### WORK TO COMPLETE
Copy all lines containing the string "NAMES" from the records below.

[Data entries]
__________________________________________________

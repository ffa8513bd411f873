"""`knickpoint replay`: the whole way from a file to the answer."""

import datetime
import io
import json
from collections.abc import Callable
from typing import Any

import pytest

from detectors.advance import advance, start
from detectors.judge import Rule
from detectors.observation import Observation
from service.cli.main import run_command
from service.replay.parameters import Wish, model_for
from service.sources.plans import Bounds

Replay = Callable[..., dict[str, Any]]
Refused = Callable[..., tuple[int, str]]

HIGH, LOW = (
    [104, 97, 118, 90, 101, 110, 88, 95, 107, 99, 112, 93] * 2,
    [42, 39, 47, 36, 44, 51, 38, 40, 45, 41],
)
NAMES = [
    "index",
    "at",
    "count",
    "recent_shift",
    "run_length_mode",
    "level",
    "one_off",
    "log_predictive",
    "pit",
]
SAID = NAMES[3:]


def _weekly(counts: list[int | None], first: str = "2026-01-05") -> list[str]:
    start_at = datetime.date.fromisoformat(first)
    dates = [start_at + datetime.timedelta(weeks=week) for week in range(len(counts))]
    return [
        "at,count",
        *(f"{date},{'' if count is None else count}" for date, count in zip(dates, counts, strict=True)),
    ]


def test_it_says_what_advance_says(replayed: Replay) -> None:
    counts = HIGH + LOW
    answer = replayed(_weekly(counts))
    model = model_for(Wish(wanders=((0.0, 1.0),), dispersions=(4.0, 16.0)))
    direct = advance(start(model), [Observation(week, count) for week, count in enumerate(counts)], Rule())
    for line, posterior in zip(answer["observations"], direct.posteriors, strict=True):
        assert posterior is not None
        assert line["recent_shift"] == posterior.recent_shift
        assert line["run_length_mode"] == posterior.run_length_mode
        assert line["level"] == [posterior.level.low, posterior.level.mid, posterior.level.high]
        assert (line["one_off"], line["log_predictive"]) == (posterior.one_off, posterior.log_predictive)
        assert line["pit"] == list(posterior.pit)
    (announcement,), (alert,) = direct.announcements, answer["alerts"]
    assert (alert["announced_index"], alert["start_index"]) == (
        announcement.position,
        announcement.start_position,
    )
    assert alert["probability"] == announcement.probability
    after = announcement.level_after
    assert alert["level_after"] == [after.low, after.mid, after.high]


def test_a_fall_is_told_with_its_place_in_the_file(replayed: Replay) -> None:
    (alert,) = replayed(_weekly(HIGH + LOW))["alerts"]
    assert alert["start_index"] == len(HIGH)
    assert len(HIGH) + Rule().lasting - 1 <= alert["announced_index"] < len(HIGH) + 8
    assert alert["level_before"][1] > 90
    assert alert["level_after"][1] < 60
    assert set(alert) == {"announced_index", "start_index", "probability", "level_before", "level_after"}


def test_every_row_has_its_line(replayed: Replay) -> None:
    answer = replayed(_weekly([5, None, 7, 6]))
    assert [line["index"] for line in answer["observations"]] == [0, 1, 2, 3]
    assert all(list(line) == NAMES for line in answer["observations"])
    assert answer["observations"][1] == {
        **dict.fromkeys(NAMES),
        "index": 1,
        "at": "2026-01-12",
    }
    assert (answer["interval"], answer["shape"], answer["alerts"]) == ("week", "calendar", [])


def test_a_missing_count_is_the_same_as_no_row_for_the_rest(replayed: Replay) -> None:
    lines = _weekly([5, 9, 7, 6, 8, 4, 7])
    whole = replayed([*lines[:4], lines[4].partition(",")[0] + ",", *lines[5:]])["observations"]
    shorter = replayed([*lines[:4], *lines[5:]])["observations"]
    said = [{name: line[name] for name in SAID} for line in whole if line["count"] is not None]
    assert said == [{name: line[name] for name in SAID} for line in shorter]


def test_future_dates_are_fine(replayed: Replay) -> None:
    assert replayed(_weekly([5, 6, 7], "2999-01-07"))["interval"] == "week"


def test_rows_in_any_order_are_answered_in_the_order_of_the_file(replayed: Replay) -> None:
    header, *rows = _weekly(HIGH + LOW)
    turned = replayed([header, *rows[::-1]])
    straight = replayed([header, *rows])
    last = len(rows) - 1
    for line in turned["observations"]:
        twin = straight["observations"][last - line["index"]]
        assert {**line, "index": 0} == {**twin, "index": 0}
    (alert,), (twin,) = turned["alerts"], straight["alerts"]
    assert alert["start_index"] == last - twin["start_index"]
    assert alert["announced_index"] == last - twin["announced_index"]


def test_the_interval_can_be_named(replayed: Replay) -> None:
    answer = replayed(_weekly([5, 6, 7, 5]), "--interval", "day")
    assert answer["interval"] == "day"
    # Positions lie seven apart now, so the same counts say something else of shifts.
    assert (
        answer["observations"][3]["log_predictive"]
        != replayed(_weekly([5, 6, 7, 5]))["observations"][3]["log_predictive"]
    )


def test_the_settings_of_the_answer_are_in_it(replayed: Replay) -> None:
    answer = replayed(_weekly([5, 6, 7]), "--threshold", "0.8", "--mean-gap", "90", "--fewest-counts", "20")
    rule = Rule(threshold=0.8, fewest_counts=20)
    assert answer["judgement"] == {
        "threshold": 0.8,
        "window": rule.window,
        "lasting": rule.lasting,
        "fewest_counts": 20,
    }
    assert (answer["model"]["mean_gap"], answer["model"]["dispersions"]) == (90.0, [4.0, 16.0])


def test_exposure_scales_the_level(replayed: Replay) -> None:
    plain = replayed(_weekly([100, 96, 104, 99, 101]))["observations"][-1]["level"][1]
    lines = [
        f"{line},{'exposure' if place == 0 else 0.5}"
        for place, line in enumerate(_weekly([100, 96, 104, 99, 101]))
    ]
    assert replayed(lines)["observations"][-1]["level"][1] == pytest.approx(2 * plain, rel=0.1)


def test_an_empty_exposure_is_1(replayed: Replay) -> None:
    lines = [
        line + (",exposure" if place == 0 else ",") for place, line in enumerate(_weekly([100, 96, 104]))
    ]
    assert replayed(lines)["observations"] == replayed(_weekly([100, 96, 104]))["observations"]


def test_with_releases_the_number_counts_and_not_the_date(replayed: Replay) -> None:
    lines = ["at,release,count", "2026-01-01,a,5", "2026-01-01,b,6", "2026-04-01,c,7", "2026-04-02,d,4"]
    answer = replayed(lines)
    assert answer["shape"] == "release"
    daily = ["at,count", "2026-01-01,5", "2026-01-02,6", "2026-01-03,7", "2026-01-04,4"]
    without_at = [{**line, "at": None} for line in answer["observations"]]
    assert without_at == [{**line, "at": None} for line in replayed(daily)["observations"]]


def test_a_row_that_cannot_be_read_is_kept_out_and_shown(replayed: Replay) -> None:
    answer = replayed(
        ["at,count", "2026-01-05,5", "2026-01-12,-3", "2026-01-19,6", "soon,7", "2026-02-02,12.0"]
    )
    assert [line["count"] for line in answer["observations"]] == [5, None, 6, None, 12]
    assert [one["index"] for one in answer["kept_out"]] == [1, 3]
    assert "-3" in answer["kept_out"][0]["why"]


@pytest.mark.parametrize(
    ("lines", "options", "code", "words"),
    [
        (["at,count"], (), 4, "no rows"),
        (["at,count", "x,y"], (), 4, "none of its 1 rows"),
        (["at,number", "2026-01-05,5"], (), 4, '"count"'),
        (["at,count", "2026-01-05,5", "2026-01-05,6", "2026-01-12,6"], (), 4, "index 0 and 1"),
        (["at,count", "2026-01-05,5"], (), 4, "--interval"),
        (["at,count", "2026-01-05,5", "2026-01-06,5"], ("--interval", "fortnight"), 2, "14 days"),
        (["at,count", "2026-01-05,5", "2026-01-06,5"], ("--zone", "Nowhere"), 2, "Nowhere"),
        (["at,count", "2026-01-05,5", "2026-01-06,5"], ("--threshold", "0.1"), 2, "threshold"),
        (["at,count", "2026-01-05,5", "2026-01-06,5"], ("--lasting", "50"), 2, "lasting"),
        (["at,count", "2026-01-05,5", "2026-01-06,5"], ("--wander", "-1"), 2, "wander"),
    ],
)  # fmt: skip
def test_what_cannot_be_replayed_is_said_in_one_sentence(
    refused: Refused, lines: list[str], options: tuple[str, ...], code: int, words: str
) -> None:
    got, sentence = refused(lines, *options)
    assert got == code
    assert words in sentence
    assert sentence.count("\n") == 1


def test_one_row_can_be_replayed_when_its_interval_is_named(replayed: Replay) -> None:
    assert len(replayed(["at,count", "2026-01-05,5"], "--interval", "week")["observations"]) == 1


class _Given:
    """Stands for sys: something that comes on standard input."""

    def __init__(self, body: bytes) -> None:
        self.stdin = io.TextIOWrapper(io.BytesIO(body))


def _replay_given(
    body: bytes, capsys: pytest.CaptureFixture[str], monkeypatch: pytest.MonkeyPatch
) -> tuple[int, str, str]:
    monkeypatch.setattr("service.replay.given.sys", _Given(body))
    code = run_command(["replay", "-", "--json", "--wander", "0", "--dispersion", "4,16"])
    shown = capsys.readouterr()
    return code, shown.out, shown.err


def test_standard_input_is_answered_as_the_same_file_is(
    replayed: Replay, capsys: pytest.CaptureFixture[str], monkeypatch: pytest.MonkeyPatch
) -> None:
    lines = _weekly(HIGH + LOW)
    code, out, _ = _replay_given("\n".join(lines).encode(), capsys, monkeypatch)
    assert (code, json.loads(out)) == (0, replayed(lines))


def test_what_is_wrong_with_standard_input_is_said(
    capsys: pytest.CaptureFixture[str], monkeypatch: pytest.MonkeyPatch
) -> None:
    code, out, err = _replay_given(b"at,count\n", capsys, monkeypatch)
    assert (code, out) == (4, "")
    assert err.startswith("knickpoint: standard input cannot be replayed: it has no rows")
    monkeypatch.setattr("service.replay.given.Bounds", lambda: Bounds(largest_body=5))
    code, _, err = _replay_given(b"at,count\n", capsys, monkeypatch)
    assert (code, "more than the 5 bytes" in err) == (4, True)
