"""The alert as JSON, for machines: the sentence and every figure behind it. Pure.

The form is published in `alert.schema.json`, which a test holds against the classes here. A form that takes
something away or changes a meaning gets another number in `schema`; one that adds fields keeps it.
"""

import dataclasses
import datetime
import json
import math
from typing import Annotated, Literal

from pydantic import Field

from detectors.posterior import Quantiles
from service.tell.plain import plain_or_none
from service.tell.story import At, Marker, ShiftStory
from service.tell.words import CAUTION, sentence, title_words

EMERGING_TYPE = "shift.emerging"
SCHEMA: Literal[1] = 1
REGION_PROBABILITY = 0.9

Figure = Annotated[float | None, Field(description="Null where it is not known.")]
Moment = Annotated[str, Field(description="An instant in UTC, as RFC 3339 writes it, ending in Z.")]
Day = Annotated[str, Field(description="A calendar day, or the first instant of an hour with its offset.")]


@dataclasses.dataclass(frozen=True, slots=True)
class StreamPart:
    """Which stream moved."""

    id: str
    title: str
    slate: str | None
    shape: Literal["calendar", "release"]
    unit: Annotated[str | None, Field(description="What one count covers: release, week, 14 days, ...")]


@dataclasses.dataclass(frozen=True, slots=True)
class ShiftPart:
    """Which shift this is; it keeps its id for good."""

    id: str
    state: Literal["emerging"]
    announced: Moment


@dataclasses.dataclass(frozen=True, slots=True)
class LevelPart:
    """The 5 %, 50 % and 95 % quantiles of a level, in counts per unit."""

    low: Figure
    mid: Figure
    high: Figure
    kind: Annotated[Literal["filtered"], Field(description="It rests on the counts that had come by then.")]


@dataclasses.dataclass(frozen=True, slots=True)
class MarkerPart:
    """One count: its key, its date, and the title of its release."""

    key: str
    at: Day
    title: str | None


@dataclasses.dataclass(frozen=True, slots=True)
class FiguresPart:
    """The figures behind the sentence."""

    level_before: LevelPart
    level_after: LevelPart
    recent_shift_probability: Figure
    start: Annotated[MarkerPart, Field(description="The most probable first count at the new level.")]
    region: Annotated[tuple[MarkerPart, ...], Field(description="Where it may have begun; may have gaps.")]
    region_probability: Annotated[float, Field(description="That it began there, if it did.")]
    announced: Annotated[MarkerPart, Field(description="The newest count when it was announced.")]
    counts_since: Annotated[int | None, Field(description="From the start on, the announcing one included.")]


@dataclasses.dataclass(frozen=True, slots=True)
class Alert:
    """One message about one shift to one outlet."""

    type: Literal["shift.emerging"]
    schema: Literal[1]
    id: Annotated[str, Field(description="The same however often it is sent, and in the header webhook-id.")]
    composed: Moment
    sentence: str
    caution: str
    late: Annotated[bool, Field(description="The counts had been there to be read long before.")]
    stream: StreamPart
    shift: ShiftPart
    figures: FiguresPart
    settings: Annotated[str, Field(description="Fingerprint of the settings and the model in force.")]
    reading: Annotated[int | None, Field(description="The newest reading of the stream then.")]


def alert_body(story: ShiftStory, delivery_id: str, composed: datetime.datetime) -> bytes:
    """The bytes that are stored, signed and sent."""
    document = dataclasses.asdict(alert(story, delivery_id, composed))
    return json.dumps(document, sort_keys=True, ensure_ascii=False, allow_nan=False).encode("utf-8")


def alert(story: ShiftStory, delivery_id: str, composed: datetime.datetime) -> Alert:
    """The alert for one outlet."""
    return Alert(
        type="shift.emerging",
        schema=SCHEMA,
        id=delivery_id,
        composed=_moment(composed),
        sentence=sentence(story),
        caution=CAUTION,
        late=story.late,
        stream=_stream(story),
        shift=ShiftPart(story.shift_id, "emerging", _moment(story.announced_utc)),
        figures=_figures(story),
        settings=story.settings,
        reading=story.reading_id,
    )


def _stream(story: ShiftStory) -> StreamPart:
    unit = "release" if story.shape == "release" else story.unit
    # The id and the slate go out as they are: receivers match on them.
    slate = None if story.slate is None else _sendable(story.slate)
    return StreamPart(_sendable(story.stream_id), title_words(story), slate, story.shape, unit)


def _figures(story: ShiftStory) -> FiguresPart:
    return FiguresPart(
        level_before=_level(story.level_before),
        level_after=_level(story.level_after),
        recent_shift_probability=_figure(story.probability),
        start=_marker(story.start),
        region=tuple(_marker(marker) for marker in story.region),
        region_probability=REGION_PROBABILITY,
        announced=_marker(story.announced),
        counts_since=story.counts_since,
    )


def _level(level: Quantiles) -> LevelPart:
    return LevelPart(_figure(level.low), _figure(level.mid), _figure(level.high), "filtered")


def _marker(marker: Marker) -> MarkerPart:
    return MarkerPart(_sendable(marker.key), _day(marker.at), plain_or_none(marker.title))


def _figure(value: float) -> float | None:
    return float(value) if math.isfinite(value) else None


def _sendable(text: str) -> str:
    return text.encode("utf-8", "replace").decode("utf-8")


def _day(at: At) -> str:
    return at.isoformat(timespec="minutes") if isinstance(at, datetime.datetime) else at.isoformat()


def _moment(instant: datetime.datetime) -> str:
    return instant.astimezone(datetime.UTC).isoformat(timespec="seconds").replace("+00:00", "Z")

__________________________________________________

### THE ANSWER
NAMES = [
SAID = NAMES[3:]
    assert all(list(line) == NAMES for line in answer["observations"])
        **dict.fromkeys(NAMES),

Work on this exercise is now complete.